▶ [SUPPLIED DATA]
· · · · ·
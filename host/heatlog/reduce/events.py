"""Finding events (mixing, heater on, reaction) and the start of the after-period.

Criterion (stated, our own design):

1. Resample onto a uniform grid (median step h) and take a Savitzky–Golay smoothed derivative
   dT/dt over a window W = max(60 s, 9h) (quadratic, Savitzky & Golay 1964).
2. In every quiet stretch of a Newtonian vessel the drift is the same straight line in temperature,
   dT/dt = g(T) = a − kT (module ``drift``); with a logged surroundings temperature it is the
   plane a − kT + c·T_env (``surroundings``). Fit that line robustly (iteratively trimmed least
   squares, points beyond 4σ dropped; started from both ends, the first or the last fifth of the
   log, keeping the start whose quiet points still hold both ends of the log, then the one with
   the most quiet points) and take
   the residual r(t) = dT/dt − g(T).
3. An event is a run of |r| > 5σ_r (σ_r: 1.4826·MAD of r on the quiet points, at least 10⁻⁵ of the
   largest |dT/dt| and q/W for a reading step q, so noise-free or coarsely rounded logs do not
   turn rounding into events); runs of the same
   sign closer than W are merged; runs whose size ∫r dt is below 10× the reading noise, 5
   resolution steps or 0.1 mK are dropped.
4. Event start, coarse: walk back from the first crossing of 5σ_r to where |r| falls below σ_r
   (at most W back), then a further W/2 + 2h earlier (the smoothing window spreads the onset).
   Refined on the readings themselves, so the margin scales with the sampling and with the
   event's own rise instead of the fixed window: a straight line is fitted to the readings from
   the fore-period start to where |r| fell below σ_r and extrapolated; t_a and t_b are the first
   times the readings leave it (in the event's direction, three readings in a row, looking
   up to 4h past the peak of the rate) by
   a = max(3σ_p, 3q, 10⁻⁵·|size|, 1 µK) and by 3a (σ_p: the line's residual noise with its
   prediction error). Near the true onset the departure grows as a power of the time no higher
   than the third (a release seen through a first-order probe lag as its square, through a
   second lag as its cube), so the onset is no earlier than t_a − 2.3·(t_b − t_a); the start is
   t_a − max(2.5·(t_b − t_a) + 2h, 3h, W/4) (2h for the sampling; W/4 against noise hiding the
   first departures), and never earlier than the coarse
   start (an early start costs little: the corrections are exact for any start
   inside the Newtonian fore-period).
5. After-period start: from the peak of |r|, t_½ and t_e are the last times |r| is above ½ and 1/e
   of the peak; the tail time constant is τ = (t_e − t_½)/(1 − ln 2) (exact for an exponential
   tail), at least h and W/6. The release still to come after t is R(t) = |r(t_e)|·τ·e^(−(t−t_e)/τ).
   The after-period begins where R has fallen below a fifth of the reading noise (max(σ/5, q,
   10⁻⁴·|size|)),
   and no later than t_e + 6τ (R below e⁻⁶ of its value at t_e); never before the last 5σ_r
   crossing + W/2. ``Event.tail_K`` is R at that start; the reduction carries it in the budget.

Fore- and after-periods must meet the one stated minimum in ``periods`` (readings and seconds).
"""

from __future__ import annotations

import math
from dataclasses import dataclass

import numpy as np

from heatlog.orderstats import median
from heatlog.reduce.periods import MIN_PERIOD_POINTS, MIN_PERIOD_S, detector_window_s
from heatlog.smoothing import savgol_filter  # scipy.signal costs ~0.6 s to import

__all__ = ["MIN_PERIOD_POINTS", "MIN_PERIOD_S", "Event", "detect_events", "reading_noise"]

THRESHOLD_SIGMA = 5.0
TAIL_NOISE_FRACTION = 0.2
REFINED_MARGIN_W = 0.25  # the refined start is at least W/4 before the first departure
MIN_EVENT_K = 1e-4  # smaller changes are below any logger this tool serves


@dataclass(frozen=True)
class Event:
    """One detected release. Times in seconds on the thermogram's time axis."""

    index: int
    start_s: float  # chosen start of the main period
    onset_s: float  # first time the residual rate crosses the threshold
    peak_s: float  # time of the largest residual rate
    after_start_s: float  # chosen start of the after-period
    direction: int  # +1 rising (exothermic / heating), −1 falling
    size_K: float  # rough size: integral of the residual rate
    tail_s: float  # tail time constant used for the after-period start
    tail_K: float = 0.0  # release still to come after the after-period start (estimate, K)

    def to_dict(self) -> dict[str, float | int]:
        return {
            "index": self.index,
            "start_s": self.start_s,
            "onset_s": self.onset_s,
            "peak_s": self.peak_s,
            "after_start_s": self.after_start_s,
            "direction": self.direction,
            "size_K": self.size_K,
            "tail_s": self.tail_s,
            "tail_K": self.tail_K,
        }


@dataclass(frozen=True, eq=False)
class RateResidual:
    """The quantities events are found from, on a uniform grid (kept for plots and tests)."""

    grid_s: np.ndarray
    temp_C: np.ndarray
    rate_K_per_s: np.ndarray
    residual_K_per_s: np.ndarray
    sigma_K_per_s: float
    window_s: float
    step_s: float


def reading_noise(y: np.ndarray) -> float:
    """Robust noise of single readings from second differences (σ_d2 = √6·σ)."""
    if y.size < 5:
        return 0.0
    d2 = np.diff(y, 2)
    return float(1.4826 * median(np.abs(d2 - median(d2))) / math.sqrt(6.0))


def _starting_masks(n: int) -> list[np.ndarray]:
    """Where the quiet line may be started: both ends, the first or the last fifth."""
    edge = max(3, n // 10)
    masks = []
    for lo_hi in ((0, edge, n - edge, n), (0, 2 * edge, n, n), (0, 0, n - 2 * edge, n)):
        m = np.zeros(n, dtype=bool)
        m[lo_hi[0] : lo_hi[1]] = True
        m[lo_hi[2] : lo_hi[3]] = True
        masks.append(m)
    return masks


def _quiet_line(
    ys: np.ndarray, d: np.ndarray, mask: np.ndarray, floor: float, env: np.ndarray | None = None
) -> tuple[np.ndarray, float, np.ndarray]:
    """Iteratively trimmed fit of d = a + b·T (+ c·T_env); returns residual, robust σ and the
    quiet mask."""
    n = d.size
    r = d.copy()
    sigma = 0.0
    for _ in range(10):
        x, z = ys[mask], d[mask]
        xc = x - x.mean()
        sxx = float(xc @ xc)
        # a temperature span below a microkelvin carries no slope (flat or rounded readings)
        b = float(xc @ (z - z.mean())) / sxx if np.ptp(x) > 1e-6 else 0.0
        r = d - (z.mean() + b * (ys - x.mean()))
        if env is not None and np.ptp(env[mask]) > 1e-6 and np.ptp(x) > 1e-6:
            cols = np.column_stack([np.ones(x.size), xc, env[mask] - env[mask].mean()])
            coef, *_ = np.linalg.lstsq(cols, z, rcond=None)
            r = d - (coef[0] + coef[1] * (ys - x.mean()) + coef[2] * (env - env[mask].mean()))
        sigma = float(1.4826 * median(np.abs(r[mask] - median(r[mask]))))
        new = np.abs(r) < 4 * max(sigma, floor)
        if new.sum() < max(6, n // 20) or np.array_equal(new, mask):
            break
        mask = new
    return r, sigma, mask


def rate_residual(
    t: np.ndarray, y: np.ndarray, resolution_K: float = 0.0, env: np.ndarray | None = None
) -> RateResidual:
    """The residual rate of step 2; with ``env`` (surroundings, °C, on ``t``) the quiet line is
    d = a + b·T + c·T_env (Newton's law against a moving surroundings temperature)."""
    h = float(median(np.diff(t)))
    grid = np.arange(t[0], t[-1] + 1e-9 * h, h)
    yg = np.interp(grid, t, y)
    n = grid.size
    w_s = detector_window_s(h)
    win = int(round(w_s / h)) | 1
    win = max(5, min(win, (n - 1) | 1 if n % 2 == 0 else n))
    if win > n:
        win = n if n % 2 == 1 else n - 1
    d = savgol_filter(yg, win, 2, deriv=1, delta=h)
    ys = savgol_filter(yg, win, 2)
    # no finer rate is real: 1e-5 of the largest, and a reading step q moves the slope over the
    # window by about q/W
    floor = max(1e-12 + 1e-5 * float(np.max(np.abs(d))), resolution_K / (win * h))
    es = None if env is None else savgol_filter(np.interp(grid, t, env), win, 2)
    best: tuple[tuple[bool, int], float, np.ndarray] | None = None
    edge = max(2, n // 50)
    for mask in _starting_masks(n):
        r, sigma, mask = _quiet_line(ys, d, mask, floor, es)
        # a quiet line that leaves out the start or the end of the log has mistaken a period
        # for the event (a long reaction's tail also lies on a line in T): prefer one that
        # holds both ends, then the most quiet points
        key = (bool(mask[:edge].any() and mask[-edge:].any()), int(mask.sum()))
        if best is None or key > best[0]:
            best = (key, sigma, r)
    assert best is not None
    _, sigma, r = best
    sigma = max(sigma, floor)
    return RateResidual(grid, ys, d, r, sigma, win * h, h)


def tail_release(rate_at_te: float, tau: float, since_te: float) -> float:
    """Release still to come (K) ``since_te`` seconds after t_e on an exponential tail."""
    return abs(rate_at_te) * tau * math.exp(-max(since_te, 0.0) / tau)


def _refined_start(
    t: np.ndarray,
    y: np.ndarray,
    lo: float,
    coarse: float,
    quiet_end: float,
    peak: float,
    s: int,
    size: float,
    q: float,
    h: float,
    w: float,
) -> float:
    """The event start from the readings' own departure from the fore-period line (step 4)."""
    fm = (t >= lo) & (t <= quiet_end)
    if np.count_nonzero(fm) < 5:
        return coarse
    tf, yf = t[fm], y[fm]
    tc = float(tf.mean())
    x = tf - tc
    sxx = float(x @ x)
    if sxx <= 0:
        return coarse
    b = float(x @ (yf - yf.mean())) / sxx
    a0 = float(yf.mean())
    res = yf - (a0 + b * x)
    sig = math.sqrt(float(res @ res) / max(res.size - 2, 1))
    # up to a little past the rate's peak: the readings keep leaving the line while the rate has
    # the event's sign, and a fast event at slow sampling has few readings before its peak
    after = (t > quiet_end) & (t <= peak + 4 * h)
    if not after.any():
        return coarse
    ta_, ya_ = t[after], y[after]
    pred_se = sig * np.sqrt(1.0 / tf.size + (ta_ - tc) ** 2 / sxx)
    dev = s * (ya_ - (a0 + b * (ta_ - tc)))
    base = max(3 * q, 1e-5 * abs(size), 1e-6)

    def first_run(level: np.ndarray | float) -> int | None:
        hit = dev > level
        run = hit[:-2] & hit[1:-1] & hit[2:] if hit.size >= 3 else hit
        idx = np.flatnonzero(run)
        return int(idx[0]) if idx.size else None

    lev_a = np.maximum(3 * np.hypot(sig, pred_se), base)
    ia = first_run(lev_a)
    ib = first_run(3 * lev_a)
    if ia is None or ib is None:
        return coarse
    ta, tb = float(ta_[ia]), float(ta_[max(ib, ia)])
    refined = ta - max(2.5 * (tb - ta) + 2 * h, 3 * h, REFINED_MARGIN_W * w)
    return max(coarse, refined)


def detect_events(
    t: np.ndarray,
    y: np.ndarray,
    *,
    noise_K: float | None = None,
    resolution_K: float = 0.0,
    env: np.ndarray | None = None,
) -> tuple[tuple[Event, ...], RateResidual]:
    """All events in a thermogram, in time order, by the criterion in the module docstring.

    ``env``: the logged surroundings temperature on ``t``, or None."""
    rr = rate_residual(t, y, resolution_K, env)
    grid, r, sig, h, w = rr.grid_s, rr.residual_K_per_s, rr.sigma_K_per_s, rr.step_s, rr.window_s
    thr = THRESHOLD_SIGMA * sig
    above = np.abs(r) > thr
    if not above.any():
        return (), rr
    sign = np.sign(r) * above
    # runs of constant non-zero sign
    change = np.flatnonzero(np.diff(sign) != 0) + 1
    bounds = np.concatenate([[0], change, [sign.size]])
    runs = [
        (int(a), int(b), int(sign[a]))
        for a, b in zip(bounds[:-1], bounds[1:], strict=True)
        if sign[a] != 0
    ]
    merged: list[list[int]] = []
    gap = max(1, int(round(w / h)))
    for a, b, s in runs:
        if merged and merged[-1][2] == s and a - merged[-1][1] <= gap:
            merged[-1][1] = b
        else:
            merged.append([a, b, s])
    noise = reading_noise(y) if noise_K is None else noise_K
    min_size = max(10 * noise, 5 * resolution_K, MIN_EVENT_K)
    events: list[Event] = []
    for a, b, s in merged:
        seg = r[a:b]
        size = float(np.trapezoid(seg, dx=h)) if seg.size > 1 else float(seg[0] * h)
        if abs(size) < min_size:
            continue
        # start: walk back to |r| < sigma
        i0 = a
        # (at most W back from the onset: the smoothing spreads an onset by W/2; further back
        # the fore-period itself is off the quiet line, e.g. in a drifting room)
        while i0 > 0 and s * r[i0 - 1] > sig and grid[i0 - 1] >= grid[a] - w:
            i0 -= 1
        start = grid[i0] - w / 2 - 2 * h
        ipk = a + int(np.argmax(s * seg))
        peak = s * r[ipk]
        tail = s * r[ipk:]
        below_half = np.flatnonzero(tail < 0.5 * peak)
        below_e = np.flatnonzero(tail < peak / math.e)
        i_half = ipk + (int(below_half[0]) if below_half.size else tail.size - 1)
        i_e = ipk + (int(below_e[0]) if below_e.size else tail.size - 1)
        tau = max((grid[i_e] - grid[i_half]) / (1 - math.log(2.0)), h, w / 6)
        lo = events[-1].after_start_s if events else float(t[0])
        start = _refined_start(
            t, y, lo, float(start), float(grid[i0]), float(grid[ipk]), s, size, resolution_K, h, w
        )
        r_e = peak / math.e
        floor = max(TAIL_NOISE_FRACTION * noise, resolution_K, 1e-4 * abs(size), 1e-9)
        rel = r_e * tau / floor
        t_quiet = grid[i_e] + tau * math.log(rel) if rel > 1 else grid[i_e]
        after = max(min(grid[i_e] + 6 * tau, t_quiet), grid[b - 1] + w / 2)
        events.append(
            Event(
                index=len(events),
                start_s=float(start),
                onset_s=float(grid[a]),
                peak_s=float(grid[ipk]),
                after_start_s=float(after),
                direction=s,
                size_K=size,
                tail_s=float(tau),
                tail_K=float(tail_release(r_e, tau, float(after) - float(grid[i_e]))),
            )
        )
    return tuple(events), rr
· · · · ·
▶ [REQUIREMENT] Look through the material above and print exactly the lines from the one containing "Fore- and after-periods" to the one containing "def to_dict(self) ->", both included, and nothing more.

▶ [EXERCISE SOLUTION]
Fore- and after-periods must meet the one stated minimum in ``periods`` (readings and seconds).
"""

from __future__ import annotations

import math
from dataclasses import dataclass

import numpy as np

from heatlog.orderstats import median
from heatlog.reduce.periods import MIN_PERIOD_POINTS, MIN_PERIOD_S, detector_window_s
from heatlog.smoothing import savgol_filter  # scipy.signal costs ~0.6 s to import

__all__ = ["MIN_PERIOD_POINTS", "MIN_PERIOD_S", "Event", "detect_events", "reading_noise"]

THRESHOLD_SIGMA = 5.0
TAIL_NOISE_FRACTION = 0.2
REFINED_MARGIN_W = 0.25  # the refined start is at least W/4 before the first departure
MIN_EVENT_K = 1e-4  # smaller changes are below any logger this tool serves


@dataclass(frozen=True)
class Event:
    """One detected release. Times in seconds on the thermogram's time axis."""

    index: int
    start_s: float  # chosen start of the main period
    onset_s: float  # first time the residual rate crosses the threshold
    peak_s: float  # time of the largest residual rate
    after_start_s: float  # chosen start of the after-period
    direction: int  # +1 rising (exothermic / heating), −1 falling
    size_K: float  # rough size: integral of the residual rate
    tail_s: float  # tail time constant used for the after-period start
    tail_K: float = 0.0  # release still to come after the after-period start (estimate, K)

    def to_dict(self) -> dict[str, float | int]:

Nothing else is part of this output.